Stored data |

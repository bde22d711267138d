using System.Security.Cryptography;
using System.Text;
using System.Text.RegularExpressions;
using RebuildPlanner.Tests.Shared;

namespace RebuildPlanner.Cli.Tests;

/// <summary>The guide's commands run as they stand in it, one after the other, and print what it says they print.</summary>
public sealed partial class GuideTests : IDisposable
{
    private const string AnyLines = "…";

    private readonly Scratch _scratch = new();

    public void Dispose() => _scratch.Dispose();

    [Fact]
    public void The_commands_of_the_guide_print_what_it_says()
    {
        foreach (string file in Directory.GetFiles(RepositoryFiles.At("docs", "guide"), "*.json"))
        {
            File.Copy(file, _scratch[Path.GetFileName(file)]);
        }

        Match[] steps = [.. Step().Matches(RepositoryFiles.Text("docs", "guide.md")).Cast<Match>()];

        Assert.Equal(10, steps.Length);
        foreach (Match step in steps)
        {
            StringBuilder said = new();
            foreach (string line in step.Groups["commands"].Value.Split('\n', StringSplitOptions.RemoveEmptyEntries))
            {
                string[] words = [.. Word().Matches(line).Cast<Match>().Select(word => word.Value.Trim('"'))];
                Assert.Equal("rebuild", words[0]);
                Screen screen = Screen.Of([.. words[1..].Select(InScratch)]);
                said.Append(screen.Error).Append(screen.Output);
                Assert.Equal(step.Groups["exit"].Success ? 2 : 0, screen.ExitCode);
            }

            AssertSays(step.Groups["output"].Value, said.ToString().Replace(_scratch[""] + Path.DirectorySeparatorChar, "", StringComparison.Ordinal));
        }

        // The pictures are of these very pages.
        Dictionary<string, string> pictured = RepositoryFiles.Text("docs", "guide", "pictures.sha256").Split('\n', StringSplitOptions.RemoveEmptyEntries)
            .Select(line => line.Split("  ")).ToDictionary(pair => pair[1], pair => pair[0]);
        foreach ((string picture, string printed) in new[] { ("form.pdf", "form.pdf"), ("sheet.pdf", "2026-071.pdf") })
        {
            string hash = Convert.ToHexStringLower(SHA256.HashData(File.ReadAllBytes(_scratch[printed])));
            Assert.True(pictured[picture] == hash, $"{printed} has changed since docs/pictures.sh made the guide's pictures: look at it and run that again.");
        }
    }

    [Fact]
    public void Every_picture_and_file_the_guide_names_is_there() => Assert.All(
        Link().Matches(RepositoryFiles.Text("docs", "guide.md")).Cast<Match>(),
        link => Assert.True(File.Exists(RepositoryFiles.At("docs", link.Groups[1].Value)), link.Value));

    private string InScratch(string word) => word.Contains('.', StringComparison.Ordinal) || word == "own" ? _scratch[word] : word;

    private static void AssertSays(string written, string said)
    {
        string[] wanted = Lines(written), lines = Lines(said);
        int at = 0;
        for (int line = 0; line < wanted.Length; line++)
        {
            if (wanted[line] != AnyLines)
            {
                Assert.True(at < lines.Length && lines[at] == wanted[line], $"The guide says '{wanted[line]}', the program '{(at < lines.Length ? lines[at] : "nothing more")}'.");
                at++;
                continue;
            }

            // Any lines, up to the one that is written next.
            at = line + 1 < wanted.Length ? Array.IndexOf(lines, wanted[line + 1], at) : lines.Length;
            Assert.True(at >= 0, $"The program does not say '{wanted[Math.Min(line + 1, wanted.Length - 1)]}'.");
        }

        Assert.Equal(lines.Length, at);
    }

    // Blanks at the end of a table's line are not seen in a guide.
    private static string[] Lines(string text) => [.. text.TrimEnd().Split('\n').Select(line => line.TrimEnd())];

    [GeneratedRegex(@"```sh(?<exit> exit=2)?\n(?<commands>[^`]+)```\n```text\n(?<output>[^`]*)```")]
    private static partial Regex Step();

    [GeneratedRegex("\"[^\"]*\"|\\S+")]
    private static partial Regex Word();

    [GeneratedRegex(@"\]\(((?:guide|\.\.)/[^)]*)\)")]
    private static partial Regex Link();
}
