import { describe, expect, it } from "vitest";
import { bodyAreasOf } from "~/features/rates/body-areas/body-areas";
import { bodyAreasTables } from "~/features/rates/body-areas/body-areas-tables";
import { defaultFilters } from "~/features/rates/filters";
import { computeRates } from "~/features/rates/rates";
import { cell, counts, several, tally } from "./view";

/** Under half of the sessions recorded: no figure that rests on their exposure is shown, in any view. */

describe("a sport whose own sessions are mostly not recorded", () => {
  const view = counts({
    teams: [
      { id: "t", name: "Girls U16", sport: "soccer", sex: "girls" },
      { id: "h", name: "Girls handball", sport: "handball", sex: "girls" },
    ],
    cells: [cell(), cell({ teamId: "h", aes: 100 })],
    injuries: [...several(6), ...several(6, { teamId: "h" })],
    sessions: [tally({ held: 30, recorded: 30 }), tally({ teamId: "h", held: 10, recorded: 3 })],
  });

  it("has no rate, however well the other sports record", () => {
    const { rows, total } = computeRates(view, { ...defaultFilters, by: "sport" });
    expect(total.rate).not.toBeNull();
    const [handball, soccer] = ["handball", "soccer"].map((key) => rows.find((row) => row.key === key));
    expect(handball).toMatchObject({ rate: null, reason: expect.stringMatching(/withheld: only 30 %/) });
    expect(soccer?.rate?.estimate).toBeCloseTo(6, 9);
  });
});

describe("left against right where exposure is withheld", () => {
  const given = {
    cells: [cell()],
    injuries: [...several(6, { side: "left" }), ...several(3, { side: "right" })],
  };
  const ratioOf = (recorded: number) => {
    const areas = bodyAreasOf(
      counts({ ...given, sessions: [tally({ held: 10, recorded })] }),
      defaultFilters,
    );
    const tables = bodyAreasTables(areas, "aes", () => "");
    const cells = Object.values(tables).flatMap(({ rows }) =>
      rows.flatMap(({ cells: { ratio } }) => ratio ?? []),
    );
    return { ratio: areas.areas[0]?.ratio ?? null, cells };
  };

  it("has no ratio, and says why", () => {
    expect(ratioOf(10).ratio?.estimate).toBeCloseTo(2, 9);
    expect(ratioOf(4).ratio).toBeNull();
    expect(ratioOf(4).cells[0]).toMatchObject({ reason: expect.stringMatching(/withheld/) });
  });
});
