import type { ExposureCell, InjuryRow } from "~/features/rates/counting";
import type { SessionTally } from "~/features/rates/coverage";
import type { Counts } from "~/features/rates/selection";

/** Counts put together by hand for the pure tests of rates. */

export const injury = (given: Partial<InjuryRow> = {}): InjuryRow => ({
  id: "i",
  athleteId: "a",
  sex: "female",
  age: 15,
  onsetDay: "2026-10-05",
  day: "2026-10-05",
  sessionId: "s",
  contact: "non_contact",
  movement: "cutting",
  bodyArea: "knee",
  side: "left",
  tissue: null,
  pathology: null,
  warmedUp: null,
  onset: "sudden",
  subsequence: "index",
  outsideSport: false,
  withdrawn: false,
  teamId: "t",
  sessionKind: "training",
  sessionState: "held",
  sessionAes: true,
  sessionHours: true,
  weekAes: true,
  weekHours: true,
  daysLost: 3,
  ongoing: false,
  ...given,
});

export const cell = (given: Partial<ExposureCell> = {}): ExposureCell => ({
  teamId: "t",
  day: "2026-10-05",
  kind: "training",
  grade: "recorded",
  sex: "female",
  age: 15,
  aes: 1000,
  hours: 1400,
  ...given,
});

export const tally = (given: Partial<SessionTally> = {}): SessionTally => ({
  teamId: "t",
  day: "2026-10-05",
  kind: "training",
  held: 10,
  recorded: 10,
  headcount: 0,
  estimated: 0,
  withoutExposure: 0,
  unconfirmed: 0,
  cancelled: 0,
  ...given,
});

export const counts = (given: Partial<Counts> = {}): Counts => ({
  from: "2026-08-01",
  to: "2026-12-01",
  seasons: [{ id: "y", name: "2026/27", startsOn: "2026-08-01", endsOn: "2027-06-30" }],
  cells: [],
  silent: [],
  injuries: [],
  sessions: [tally()],
  teams: [{ id: "t", name: "Girls U16", sport: "soccer", sex: "girls" }],
  confirmedWeeks: [],
  bands: [
    { label: "13-14", from: 13, to: 14 },
    { label: "15-16", from: 15, to: 16 },
    { label: "over 16", from: 17, to: null },
  ],
  ...given,
});

export const several = (count: number, given: Partial<InjuryRow> = {}) =>
  Array.from({ length: count }, (_, index) => injury({ id: `${given.sex} ${index}`, ...given }));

Work instruction | Among the records above, repeat exactly the line with "any view. */", the line with "no rate, however", and every line in between, and only those.

Written reply |
/** Under half of the sessions recorded: no figure that rests on their exposure is shown, in any view. */

describe("a sport whose own sessions are mostly not recorded", () => {
  const view = counts({
    teams: [
      { id: "t", name: "Girls U16", sport: "soccer", sex: "girls" },
      { id: "h", name: "Girls handball", sport: "handball", sex: "girls" },
    ],
    cells: [cell(), cell({ teamId: "h", aes: 100 })],
    injuries: [...several(6), ...several(6, { teamId: "h" })],
    sessions: [tally({ held: 30, recorded: 30 }), tally({ teamId: "h", held: 10, recorded: 3 })],
  });

  it("has no rate, however well the other sports record", () => {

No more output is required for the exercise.